Done....und die naechsten 2 Wochen jeden Tag einmal,
sind dann 15 gueltige Stimmen!


----------



## Thomas9904 (17. Mai 2017)

*AW: Helft der Jugendgruppe des ASV Schnellroda! Voten!*

Super, immer ran!


----------



## MS aus G (17. Mai 2017)

*AW: Helft der Jugendgruppe des ASV Schnellroda! Voten!*

244 ist von mir!!!

Wir haben doch noch ein paar mehr Boardies hier, oder??? Also ran und mal eben Voten!!!

Gruß Mario


----------



## Wegberger (17. Mai 2017)

*AW: Helft der Jugendgruppe des ASV Schnellroda! Voten!*

246 von mir


----------



## Jens_74 (17. Mai 2017)

*AW: Helft der Jugendgruppe des ASV Schnellroda! Voten!*

ich glaub ich bin Nummer 252 |supergri


----------



## JottU (17. Mai 2017)

*AW: Helft der Jugendgruppe des ASV Schnellroda! Voten!*

254 #h


----------



## hawkeye (17. Mai 2017)

*AW: Helft der Jugendgruppe des ASV Schnellroda! Voten!*

Erledigt!


----------



## Mot (17. Mai 2017)

*AW: Helft der Jugendgruppe des ASV Schnellroda! Voten!*

Erledigt.
Denn meine beiden gehen mit mir auch ans Wasser und freuen sich über jeden kleinen zupfer an der Stippe.


----------



## Hering 58 (17. Mai 2017)

*AW: Helft der Jugendgruppe des ASV Schnellroda!

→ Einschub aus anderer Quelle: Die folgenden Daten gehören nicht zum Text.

@dataclass
class DesignOutcome:
    """The checks of a run, per member of the whole model (NaN where not checked).

    Attributes
    ----------
    check : GoverningCheck
        Over the checked members only (``members`` maps its rows to ids).
    members : (k,) int
        Ids of the checked members.
    utilisation : (b,) float
        Governing utilisation of every member, NaN where not checked.
    per_result : Mapping
        Result name → (b,) utilisation, NaN where not checked (each made
        when read).
    passes : (b,) bool
        False for a failing member (unchecked members count as not failing here;
        they are listed in ``missing``).
    gammas : dict
    missing : str
        One line naming the members that could not be checked ("" for none).
    deflection : list of DeflectionCheck
    sizing : SizingResult or None
    """

    check: GoverningCheck
    members: np.ndarray
    utilisation: np.ndarray
    per_result: Mapping[str, np.ndarray]
    passes: np.ndarray
    gammas: dict[str, float]
    missing: str = ""
    deflection: list[DeflectionCheck] = field(default_factory=list)
    sizing: SizingResult | None = None
    sections: list[str] = field(default_factory=list)
    materials: list[str] = field(default_factory=list)

    @property
    def failing(self) -> np.ndarray:
        """Ids of the members that fail a check."""
        return np.flatnonzero(~self.passes)

    @property
    def buckling_not_checked(self) -> np.ndarray:
        """Ids of members in compression whose buckling could not be checked.

        They have no second moment in some result, and count as failing.
        """
        return self.members[self.check.unchecked]

    def governing(self, j: int) -> tuple[float, float, str, str]:
        """(force N, resistance N, result, check) governing member ``j`` (a model id)."""
        k = int(np.searchsorted(self.members, j))
        if k >= self.members.size or self.members[k] != j:
            return float("nan"), float("nan"), "", "not checked"
        name = self.check.governing_result(k)
        c = self.check.worst if self.check.worst is not None else self.check.checks[name]
        at = c.at([k])
        return float(at["demand"][0]), float(at["resistance"][0]), name, c.check_name(k)

    def columns(self) -> dict[str, np.ndarray]:
        """Per member of the model: governing force, resistance, result, check (arrays)."""
        b = self.utilisation.size
        force = np.full(b, np.nan)
        resistance = np.full(b, np.nan)
        result = np.full(b, "", dtype=object)
        check = np.full(b, "not checked", dtype=object)
        lam = np.full(b, np.nan)
        lam_limit = np.full(b, np.nan)
        g = self.check
        ids = self.members
        if ids.size:
            names = np.array(g.names, dtype=object)
            words = np.array(CHECKS, dtype=object)
            for c, rows in self._governing_parts():
                at = c.at(rows)
                force[ids[rows]] = at["demand"]
                resistance[ids[rows]] = at["resistance"]
                check[ids[rows]] = words[c.governing[rows]]
                lam[ids[rows]] = c.slenderness[rows]
                lam_limit[ids[rows]] = at["slenderness_limit"]
            result[ids] = names[g.result_index]
        lam_limit[~np.isfinite(lam_limit)] = np.nan  # no limit (cables): shown empty
        return {"force": force, "resistance": resistance, "result": result, "check": check,
                "slenderness": lam, "slenderness_limit": lam_limit}

    def _governing_parts(self) -> Iterator[tuple[MemberCheck, np.ndarray]]:
        """(member check, rows of ``check``): the rows, each under its governing result."""
        g = self.check
        if g.worst is not None:  # each member under its governing result, in one check
            yield g.worst, np.arange(self.members.size)
            return
        # The members each result governs, in one sort rather than a pass per result.
        order = np.argsort(g.result_index, kind="stable")
        bounds = np.searchsorted(g.result_index[order], np.arange(len(g.names) + 1))
        for r, name in enumerate(g.names):
            rows = order[bounds[r]:bounds[r + 1]]
            if rows.size:
                yield g.checks[name], rows

    @property
    def too_slender(self) -> np.ndarray:
        """Ids of members whose slenderness L_cr/i exceeds its limit in some result."""
        return self.members[self.check.too_slender]

    def summary(self, model: Model) -> dict[str, Any]:
        """The JSON-able "design" block of summary.json."""
        out: dict[str, Any] = {
            "checked_members": int(self.members.size),
            "members": int(model.n_members),
            "results_checked": list(self.check.names),
            "failing": int(self.failing.size),
            "failing_members": [int(i) for i in self.failing[:200]],
            "gammas": dict(self.gammas),
            "gammas_note": GAMMA_NOTE,
            "not_checked": self.missing,
            "buckling_not_checked": [int(i) for i in self.buckling_not_checked[:200]],
            "too_slender": int(self.too_slender.size),
            "too_slender_members": [int(i) for i in self.too_slender[:200]],
            "caution": DESIGN_CAUTION,
        }
        if self.members.size:
            j = int(self.members[int(np.argmax(self.check.utilisation))])
            force, res, name, chk = self.governing(j)
            out["worst"] = {"member": j, "groups": model.groups_of(j),
                            "utilisation": float(self.utilisation[j]), "result": name,
                            "check": chk, "force": force, "resistance": res}
            order = self.members[np.argsort(-self.check.utilisation, kind="stable")[:10]]
            out["most_utilised"] = [
                {"member": int(k), "groups": model.groups_of(int(k)),
                 "utilisation": float(self.utilisation[k]),
                 "result": self.governing(int(k))[2], "check": self.governing(int(k))[3]}
                for k in order]
            groups = {g: ids for g, ids in model.groups.items()}
            per: dict[str, Any] = {}
            for g, ids in groups.items():
                ids = np.asarray(ids, dtype=np.int64)
                ids = ids[np.isfinite(self.utilisation[ids])]
                if ids.size:
                    k = int(ids[np.argmax(self.utilisation[ids])])
                    per[g] = {"member": k, "utilisation": float(self.utilisation[k]),
                              "result": self.governing(k)[2]}
            out["groups"] = per
        if self.deflection:
            out["deflection"] = [
                {"result": d.result, "node": d.node, "direction": d.direction,
                 "deflection": d.deflection, "span": d.span, "ratio": d.ratio,
                 "limit": d.limit, "passes": bool(d.passes)}
                for d in self.deflection
            ]
            out["deflection_passes"] = all(d.passes for d in self.deflection)
        if self.sizing is not None:
            out["sizing"] = {
                "converged": bool(self.sizing.converged),
                "sections": {g: s.name for g, s in self.sizing.sections.items()},
                # None: too slender for any check (the library's inf), kept valid JSON.
                "iterations": [{g: {"section": sec,
                                    "utilisation": u if np.isfinite(u) else None}
                                for g, (sec, u) in step.items()}
                               for step in self.sizing.iterations],
                "no_section": dict(self.sizing.no_section),
            }
        return out

    def line(self) -> str:
        """One line for the command line."""
        if not self.members.size:
            return "design: no member could be checked; " + self.missing
        w = self.summary_worst
        slender = self.too_slender.size
        text = (f"design: {self.failing.size} of {self.members.size} checked members fail"
                + (f" ({slender} too slender: L_cr/i above its limit)" if slender else "")
                + f"; worst utilisation member {w[0]} at {w[1]:.3g} ({w[2]}, {w[3]})")
        if self.deflection:
            bad = [d for d in self.deflection if not d.passes]
            text += ("; deflection " + ("fails in " + ", ".join(d.result for d in bad)
                                        if bad else "within its limits"))
        return text

    @property
    def summary_worst(self) -> tuple[int, float, str, str]:
        """(member, utilisation, governing result, governing check) of the worst member."""
        j = int(self.members[int(np.argmax(self.check.utilisation))])
        _, _, name, chk = self.governing(j)
        return j, float(self.utilisation[j]), name, chk
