REPORT_NAME = "report.html"
#: A galaxy with fewer Cepheids than this gets a warning (rule of thumb, common practice).
FEW_CEPHEIDS = 10
#: |z| of an anchor's geometric modulus against its posterior above which it is said to pull (2 sigma, common practice).
ANCHOR_PULL_Z = 2.0
#: Posterior sd / prior sd above which the prior is said to dominate a parameter.
PRIOR_DOMINANCE = 0.5

_FIGURES = (  # file, heading, what it shows
    ("pl_relations.png", "PL relation per galaxy, with residuals",
     "Each galaxy's Cepheids against the fitted period-luminosity relation, and the residuals below each panel."),
    ("corner.png", "Global parameters (corner plot)",
     "Marginal and joint posteriors of the shared parameters; contours hold 39% and 86% of the draws."),
    ("distances.png", "Host distances (forest plot)",
     "Posterior median, 68% and 90% intervals of every distance modulus; anchors with their geometric values."),
    ("hubble.png", "Hubble diagram",
     "Supernovae against the fitted expansion, with residuals; calibrators at their hosts' distances."),
)

_CSS = """
body{font-family:system-ui,-apple-system,"Segoe UI",Roboto,Helvetica,Arial,sans-serif;max-width:72rem;margin:1.5rem auto;
padding:0 1rem;color:#1a1a1a;line-height:1.45}
h1{font-size:1.6rem;margin-bottom:.2rem}h2{font-size:1.25rem;margin-top:2.2rem;border-bottom:1px solid #ccc;
padding-bottom:.2rem}h3{font-size:1.05rem}
table{border-collapse:collapse;margin:.6rem 0;font-size:.9rem}th,td{padding:.22rem .6rem;border-bottom:1px solid #e3e3e3;
text-align:left;vertical-align:top}td.n{text-align:right;font-variant-numeric:tabular-nums}
th{background:#f4f4f4}.pass{color:#1a7f37;font-weight:600}.fail{color:#b42318;font-weight:600}
.warn{color:#9a6700;font-weight:600}.banner{padding:.7rem 1rem;border-radius:.3rem;margin:1rem 0}
.banner.pass{background:#e6f4ea}.banner.fail{background:#fde7e9}.muted{color:#555}
figure{margin:1rem 0}figure img{max-width:100%;height:auto;border:1px solid #ddd}figcaption{color:#444;font-size:.9rem}
code{background:#f4f4f4;padding:0 .2rem}ul.warnings li{margin:.25rem 0}nav a{margin-right:.8rem}
"""


# ----------------------------------------------------------------------------- reading the directory
def _read_json(path: Path):
    return json.loads(path.read_text(encoding="utf-8")) if path.is_file() else None


def _read_table(path: Path):
    if not path.is_file():
        return None
    from astropy.table import Table

    return Table.read(path, format="ascii.ecsv")


def _value(x) -> float:
    """A table cell as a float (Quantity or plain)."""
    return float(getattr(x, "value", x))


#: Names of the anchors' geometric moduli in ``observed_data`` and of their errors in ``constant_data``.
_GEO_NAMES = ("anchor_mu_geo", "mu_geo_obs", "mu_geo")
_GEO_ERR_NAMES = ("anchor_mu_geo_err", "mu_geo_err")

Voten!*

Natürlich erledigt für den Anglernachwuchs


----------



## elchsechseinhalb (18. Mai 2017)

*AW: Helft der Jugendgruppe des ASV Schnellroda! Voten!*

Grad nochmal gemacht. Hab Nachtschicht und Langeweile. Sind schon auf Platz 91.


----------



## Thomas9904 (18. Mai 2017)

*AW: Helft der Jugendgruppe des ASV Schnellroda! Voten!*

Bestens, wenns vorwärts geht!


----------



## wusel345 (18. Mai 2017)

*AW: Helft der Jugendgruppe des ASV Schnellroda! Voten!*

Sodele, hab heute mit all meinen Mailadressen wieder abgestimmt. #h


----------



## Thomas9904 (18. Mai 2017)

*AW: Helft der Jugendgruppe des ASV Schnellroda! Voten!*

Hab heute nochmal abgestimmt, das geht ja nach einem Tag wieder...


----------



## Thomas9904 (18. Mai 2017)

*AW: Helft der Jugendgruppe des ASV Schnellroda! Voten!*

ahhhh - noch einer hats gemerkt - überschnitten ;-)


----------



## wusel345 (18. Mai 2017)

*AW: Helft der Jugendgruppe des ASV Schnellroda! Voten!*

Wer hilft eigentlich der Jugendgruppe aus Langsamroda? |bigeyes

Oder Angeln die garnicht? |kopfkrat


----------



## Thomas9904 (18. Mai 2017)

*AW: Helft der Jugendgruppe des ASV Schnellroda! Voten!*

es nu wieder ;-)


----------



## Angler9999 (18. Mai 2017)

*AW: Helft der Jugendgruppe des ASV Schnellroda! Voten!*

Zitat:
Unter dem Link
https://www.sparda-vereint.de/votin...ndlichen-die-faszination-angeln-naherbringen/

könnt Ihr zur Unterstützung noch bis zum 31. Mai 2017 voten. 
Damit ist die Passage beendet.